Extracted data entries
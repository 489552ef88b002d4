package slab

import (
	"math"
	"slices"

	"betaloom/solvers"
)

// Two wells behind an opaque film can have modes that agree in every digit
// although the stack has no mirror plane. Carried across the whole stack such modes
// would be mixed by rounding alone, so each is given its own well: the films
// between two opaque ones, which then stand for half-spaces.

// opaque is the number of decay lengths from which on a film may separate
// wells: what is beyond shifts N by less than its rounding.
const opaque = 17.0

// opaqueLossy is that number where modes are followed in their wells from the start: then even
// two that resonate split by less than rounding.
const opaqueLossy = 34.0

// agree is how far apart, relative to N, modes are not told apart.
const agree = 64 * ulp

// well is a run of films and the mode in it.
type well struct {
	lo, hi int
	u, n2  float64
	ng     float64
}

// whole keeps the parts of a line that has been narrowed.
type whole[T scalar] struct {
	films []film[T]
	ends  [2]side[T]
	ref   int
}

// narrow restricts a line to films lo to hi, between half-spaces of the films
// beyond; widened undoes it.
func (q *line[T]) narrow(lo, hi int) {
	q.full = whole[T]{films: q.films, ends: q.ends, ref: q.ref}
	if lo > 0 {
		q.ends[0] = q.films[lo-1].beyond()
	}
	if hi < len(q.films) {
		q.ends[1] = q.films[hi].beyond()
	}
	for i := range lo {
		q.origin += q.films[i].d
	}
	q.films, q.ref = q.films[lo:hi], 0
	for i := range q.films {
		if re(q.films[i].live.e.a) > re(q.films[q.ref].live.e.a) {
			q.ref = i
		}
	}
}

func (f *film[T]) beyond() side[T] {
	return side[T]{closure: open, layer: f.layer, twin: f.twin, live: f.live}
}

func (q *line[T]) widened() {
	q.films, q.ends, q.ref, q.origin = q.full.films, q.full.ends, q.full.ref, 0
}

// wells lists the runs of films between opaque ones, at the mode u.
func (q *line[T]) wells(u T, limit float64, dst []well) []well {
	dst = dst[:0]
	if len(q.films) < 3 {
		return dst
	}
	q.lookAll(u)
	lo, guides := 0, false
	for i := range len(q.films) + 1 {
		if i < len(q.films) && re(q.z[i].a) > -limit*limit {
			guides = guides || re(q.z[i].a) > 0
			continue
		}
		if guides {
			dst = append(dst, well{lo: lo, hi: i})
		}
		lo, guides = i+1, false
	}
	return dst
}

// separate gives a located mode its own well if it shares its N, to rounding,
// with another. number is the mode's number on this line.
func (s *Solver) separate(q *line[float64], g *gauge, p *pick, number int) {
	s.wells = q.wells(real(p.u), opaque, s.wells)
	if len(s.wells) < 2 {
		return
	}
	kept := s.wells[:0]
	for _, w := range s.wells {
		q.narrow(w.lo, w.hi)
		m := q.meet(real(p.u))
		u, slope, ok := q.polish(real(p.u), m)
		w.u, w.n2 = u, q.place(u)
		if ok && math.Abs(w.n2-p.n2) <= agree*p.n2 && u > 0 {
			q.expand(u, slope, m)
			n2 := q.square()
			w.ng = n2.b/(2*math.Sqrt(n2.a)) + math.Sqrt(n2.a)
			kept = append(kept, w)
		}
		q.widened()
	}
	if len(kept) < 2 {
		return
	}
	slices.SortStableFunc(kept, func(a, b well) int {
		switch {
		case a.n2 > b.n2:
			return -1
		case a.n2 < b.n2:
			return 1
		}
		return 0
	})
	i := number - g.above(q.unknown(kept[0].n2*(1+2*agree)))
	if i < 0 || i >= len(kept) {
		return
	}
	w := kept[i]
	p.lo, p.hi, p.u, p.n2 = w.lo, w.hi, complex(w.u, 0), w.n2
	for _, o := range kept {
		p.spread = max(p.spread, math.Abs(o.ng-w.ng))
	}
}

// unsure widens the bounds of a mode that rounding cannot tell from another of
// a different group index: how the two mix is not known, nor how sharply they
// avoid each other.
func unsure(p *pick, m *solvers.Mode) {
	if !(p.spread > 1e3*m.NgErr) { // nor where that is not known
		return
	}
	m.NgErr += p.spread
	m.GVDErr, m.Beta3Err = math.NaN(), math.NaN()
	m.Flags = flagAvoided
}
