package slab

import (
	"math"
	"math/cmplx"
)

// scalar is the field a problem is solved over: real where nothing is lossy,
// complex otherwise. One kernel serves both.
type scalar interface{ float64 | complex128 }

// series is a Taylor polynomial in t = (w - w0)/w0, lowest power first. The
// functions below keep terms up to order n only and leave the others zero.
type series[T scalar] [4]T

// constant is the series with the value v.
func constant[T scalar](v T) series[T] { return series[T]{v} }

func add[T scalar](a, b *series[T]) series[T] {
	return series[T]{a[0] + b[0], a[1] + b[1], a[2] + b[2], a[3] + b[3]}
}

func sub[T scalar](a, b *series[T]) series[T] {
	return series[T]{a[0] - b[0], a[1] - b[1], a[2] - b[2], a[3] - b[3]}
}

func scale[T scalar](a *series[T], s T) series[T] {
	return series[T]{a[0] * s, a[1] * s, a[2] * s, a[3] * s}
}

func mul[T scalar](a, b *series[T], n int) (c series[T]) {
	c[0] = a[0] * b[0]
	if n == 0 {
		return c
	}
	c[1] = a[0]*b[1] + a[1]*b[0]
	if n == 1 {
		return c
	}
	c[2] = a[0]*b[2] + a[1]*b[1] + a[2]*b[0]
	if n == 2 {
		return c
	}
	c[3] = a[0]*b[3] + a[1]*b[2] + a[2]*b[1] + a[3]*b[0]
	return c
}

func inverse[T scalar](a *series[T], n int) (c series[T]) {
	c[0] = 1 / a[0]
	for k := 1; k <= n; k++ {
		var s T
		for j := 1; j <= k; j++ {
			s += a[j] * c[k-j]
		}
		c[k] = -s * c[0]
	}
	return c
}

// root is the square root with the real part of its value not negative.
func root[T scalar](a *series[T], n int) (r series[T]) {
	r[0] = sqrt(a[0])
	if n == 0 {
		return r
	}
	half := 1 / (2 * r[0])
	r[1] = a[1] * half
	if n == 1 {
		return r
	}
	r[2] = (a[2] - r[1]*r[1]) * half
	if n == 2 {
		return r
	}
	r[3] = (a[3] - 2*r[1]*r[2]) * half
	return r
}

// sqrt is the principal square root. Its imaginary part is as accurate as
// the real one however small it is.
func sqrt[T scalar](a T) T {
	var r T
	switch p := any(&r).(type) {
	case *float64:
		*p = math.Sqrt(any(a).(float64))
	case *complex128:
		*p = csqrt(any(a).(complex128))
	}
	return r
}

func csqrt(a complex128) complex128 {
	x, y := real(a), imag(a)
	if x == 0 && y == 0 {
		return 0
	}
	m := math.Hypot(x, y)
	if x >= 0 {
		r := math.Sqrt((m + x) / 2)
		return complex(r, y/(2*r))
	}
	i := math.Copysign(math.Sqrt((m-x)/2), y)
	return complex(y/(2*i), i)
}

// modulus is the absolute value, of real and imaginary part together.
func modulus[T scalar](a T) float64 {
	switch v := any(a).(type) {
	case float64:
		return math.Abs(v)
	case complex128:
		return math.Hypot(real(v), imag(v))
	}
	return 0
}

// re is the real part.
func re[T scalar](a T) float64 {
	switch v := any(a).(type) {
	case float64:
		return v
	case complex128:
		return real(v)
	}
	return 0
}

// from turns a complex number into T; a real T drops the imaginary part,
// which is zero wherever a real problem is built.
func from[T scalar](v complex128) T {
	var r T
	switch p := any(&r).(type) {
	case *float64:
		*p = real(v)
	case *complex128:
		*p = v
	}
	return r
}

// widen turns T into a complex number.
func widen[T scalar](v T) complex128 {
	switch x := any(v).(type) {
	case float64:
		return complex(x, 0)
	case complex128:
		return x
	}
	return 0
}

// exp is the exponential.
func exp[T scalar](a T) T {
	var r T
	switch p := any(&r).(type) {
	case *float64:
		*p = math.Exp(any(a).(float64))
	case *complex128:
		*p = cmplx.Exp(any(a).(complex128))
	}
	return r
}

// power is the exponential of a series.
func power[T scalar](a *series[T], n int) (r series[T]) {
	r[0] = exp(a[0])
	if n > 0 {
		r[1] = a[1] * r[0]
	}
	if n > 1 {
		r[2] = (a[2] + a[1]*a[1]/2) * r[0]
	}
	if n > 2 {
		r[3] = (a[3] + a[1]*a[2] + a[1]*a[1]*a[1]/6) * r[0]
	}
	return r
}

// num is a real number as a T.
func num[T scalar](v float64) T {
	var r T
	switch p := any(&r).(type) {
	case *float64:
		*p = v
	case *complex128:
		*p = complex(v, 0)
	}
	return r
}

**WHAT YOU SHOULD DO:** The lines of the data, from the first through the one containing "const opaque = 17.0", are to be transcribed exactly.

**EXERCISE RESPONSE:**
repository 489552ef88b002d4
package slab

import (
	"math"
	"slices"

	"betaloom/solvers"
)

// Two wells behind an opaque film can have modes that agree in every digit
// although the stack has no mirror plane. Carried across the whole stack such modes
// would be mixed by rounding alone, so each is given its own well: the films
// between two opaque ones, which then stand for half-spaces.

// opaque is the number of decay lengths from which on a film may separate
// wells: what is beyond shifts N by less than its rounding.
const opaque = 17.0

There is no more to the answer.